In this case, he’s bought 9.9 million shares of Yahoo and 50 million options – when the stock was trading at about $25 a share – giving him the potential to own 59 million shares without having to put up all the cash up front to buy them and hedge his bet.
So far, Mr. Icahn hasn’t been in touch with Microsoft – though he tried to call the company’s chief executive, Steven Ballmer, through the main switchboard at Microsoft’s headquarters and was turned away, according to a person briefed on the call.
But Mr. Icahn appears to have already won the first round. Only five days after he announced he was going to battle, Microsoft, which had insisted over and over that it had “moved on,” returned to discussions with Yahoo, this time over a complex deal in which Yahoo would sell its search business to Microsoft, falling short of a full-scale takeover, people involved in the early talks said.
On its own, that would be a terrible result for Mr. Icahn. But Microsoft still threw this last line into its press release to keep people guessing: “Microsoft is not proposing to make a new bid to acquire all of Yahoo at this time, but reserves the right to reconsider that alternative depending on future developments.”
Mr. Icahn would not comment about Microsoft or Yahoo for this article.
By Mr. Icahn’s pragmatic thinking, it is hard to believe that Mr. Ballmer, who has coveted Yahoo for years, will suddenly spurn it now, especially if Mr. Icahn can deliver Yahoo on a silver platter. But if Mr. Ballmer wanted Yahoo so badly, why wouldn’t he have bought it already?
Mr. Icahn may be on the right side of this fight, but it is still unclear that he will win the proxy fight – or raise the share price, which he cares about more.

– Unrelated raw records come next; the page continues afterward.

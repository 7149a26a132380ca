/* The language's bridge to the stable-graph engine (src/strata/): stablegraphs_{g,n},
   stablegraphs_{g,n,k}, graphcount_{g,n}, mvvolume_{g,n}, multicurves_{g,n} (strata_lang.c). */
#ifndef PSIKAPPA_STRATA_LANG_H
#define PSIKAPPA_STRATA_LANG_H

#include "interp.h"
#include "strata/sgraph.h"

/* When n is one of the names above with its subscripts, sets *out to the value (NULL after an
   error reported at n) and returns 1; returns 0 for any other name. */
int strata_lang_subscript(interp *I, scope *s, const node *n, value **out);

/* The graphs of Mbar_{g,n} (k >= 0: with k edges) into L (initialised here; the caller clears it
   on success), after refusing an estimated count above --max-table / 30; 0 after an error at n. */
int strata_lang_graphs(interp *I, const node *n, int g, int np, int k, sg_list *L);

#endif
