/* bench_strata.c - stable graphs and Masur-Veech volumes.
 *
 * Usage:  bench_strata         graphs for 3g-3+n = 6..10 and volumes for 3g-3+n <= 9, every
 *                              (g, n) whose estimated graph count is at most 1e5
 *         bench_strata full    the same up to an estimate of 1.2e6 (genus 0 with 9 legs: about
 *                              660000 graphs, tens of seconds and about 1 GiB)
 * Part 1, per (g, n): graphs found by degeneration, the estimate, wall and CPU seconds, and the
 * number with each edge count summed to the total.  Part 2, per (g, n) with 3g-3+n <= 9 (10 with
 * full): the number of shapes (graphs with unlabelled legs), wall and CPU seconds of Vol Q_{g,n}
 * by the shapes, CPU seconds of the sum over the labelled graphs where the estimate allows it
 * (the two must agree), and Vol Q_{g,n} as a rational times pi^{6g-6+2n}; then the total time.
 * In-process, one shared DVV table.
 */
#include <stdio.h>
#include <stdlib.h>
#include <string.h>

#include <flint/fmpq.h>

#include "correlators/wk.h"
#include "strata/mvvol.h"
#include "strata/sgraph.h"
#include "bench_util.h"

static void bench_graphs(double cap)
{
    printf("%-4s %-3s %-3s %10s %10s %8s %8s\n", "dim", "g", "n", "graphs", "estimate", "wall s", "cpu s");
    for (int dim = 6; dim <= 10; dim++)
        for (int g = 0; 3 * g - 3 <= dim; g++) {
            int n = dim - 3 * g + 3;
            double est = sg_estimate_count(g, n);
            if (n < 0 || 2 * g - 2 + n <= 0)
                continue;
            if (est > cap) {
                printf("%-4d %-3d %-3d %10s %10.3g   (skipped: estimate above %.3g)\n", dim, g, n, "-", est, cap);
                continue;
            }
            sg_list L;
            bench_timer t;
            sg_list_init(&L);
            bench_timer_start(&t);
            int rc = sg_enumerate(&L, g, n, -1, 0, NULL);
            double wall = bench_timer_wall(&t), cpu = bench_timer_cpu(&t);
            printf("%-4d %-3d %-3d %10ld %10.3g %8.2f %8.2f%s\n", dim, g, n, (long) L.len, est, wall, cpu,
                   rc == SG_OK ? "" : "  (engine error)");
            sg_list_clear(&L);
        }
}

/* Part 2: Vol Q_{g,n} for 3g-3+n <= dmax by the shapes (graphs with unlabelled legs), beside the
   sum over the labelled graphs where their estimate is at most cap; both must agree. */
static void bench_volumes(double cap, int dmax)
{
    wk_table *T = wk_table_new();
    mv_source src = {T, NULL};
    bench_timer all;
    fmpq_t v, w;
    fmpq_init(v);
    fmpq_init(w);
    bench_timer_start(&all);
    printf("\n%-3s %-3s %8s %8s %8s %10s  %s\n", "g", "n", "shapes", "wall s", "cpu s", "labelled s",
           "Vol Q_{g,n} / pi^(6g-6+2n)");
    for (int dim = 1; dim <= dmax; dim++)
        for (int g = 0; 3 * g - 3 <= dim; g++) {
            int n = dim - 3 * g + 3;
            sg_list L;
            bench_timer t;
            if (n < 0 || 2 * g - 2 + n <= 0)
                continue;
            sg_list_init(&L);
            sg_enumerate_shapes(&L, g, n, 0, NULL);
            bench_timer_start(&t);
            int rc = mv_volume_by_shapes(v, g, n, &src, 0, NULL);
            double wall = bench_timer_wall(&t), cpu = bench_timer_cpu(&t);
            printf("%-3d %-3d %8ld %8.2f %8.2f ", g, n, (long) L.len, wall, cpu);
            sg_list_clear(&L);
            if (sg_estimate_count(g, n) <= cap) {
                bench_timer_start(&t);
                int rl = mv_volume(w, g, n, &src, 0, NULL);
                printf("%10.2f  ", bench_timer_cpu(&t));
                if (rl != SG_OK || !fmpq_equal(v, w))
                    printf("(DIFFERENT from the labelled sum) ");
            } else {
                printf("%10s  ", "-");
            }
            if (rc == SG_OK)
                fmpq_print(v);
            else
                printf("(engine error %d)", rc);
            printf("\n");
        }
    printf("total %.2f s wall, %.2f s CPU (shapes and labelled sums; the shapes' enumeration is timed twice)\n",
           bench_timer_wall(&all), bench_timer_cpu(&all));
    fmpq_clear(v);
    fmpq_clear(w);
    wk_table_free(T);
}

int main(int argc, char **argv)
{
    double cap = 1e5;
    if (argc > 1 && strcmp(argv[1], "full") == 0)
        cap = 1.2e6;
    else if (argc > 1) {
        fprintf(stderr, "usage: bench_strata [full]\n");
        return 2;
    }
    bench_graphs(cap);
    bench_volumes(cap, cap > 1e5 ? 10 : 9);
    return 0;
}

Yes, most investors agree that Yahoo should have sold itself to Microsoft in the first place. Most analysts agree that all the side deals in the world with Google, AOL or even Microsoft will not get Yahoo’s stock anywhere near the $33 a share that Microsoft offered before walking away.
But the question is, what happens if Mr. Icahn can’t sell Yahoo to Microsoft before the actual proxy vote on July 3, just a little over a month away?
Mr. Icahn could struggle to throw out Yahoo’s entire board. That would be the equivalent of giving him control of the company for no premium. Of course, he can always reduce his slate at the 11th hour or try to reach a settlement with Yahoo to get some board seats. But at that point, it may be too late.
And will shareholders really want Mr. Icahn running a company that he himself doesn’t want to run?
Activists like Mr. Icahn may be great at making money by flipping companies, but they are less great at operating them. (Just witness his problems at Blockbuster.)
The irony is that Mr. Bebchuk, who Mr. Icahn is nominating for Yahoo’s board, wrote a paper in 2001 with the following conclusion: “Proxy fights unaccompanied by an acquisition often suffer from substantial shortcomings that limit the use of such contests in practice.”
But then again, betting against Mr. Icahn has never been pragmatic.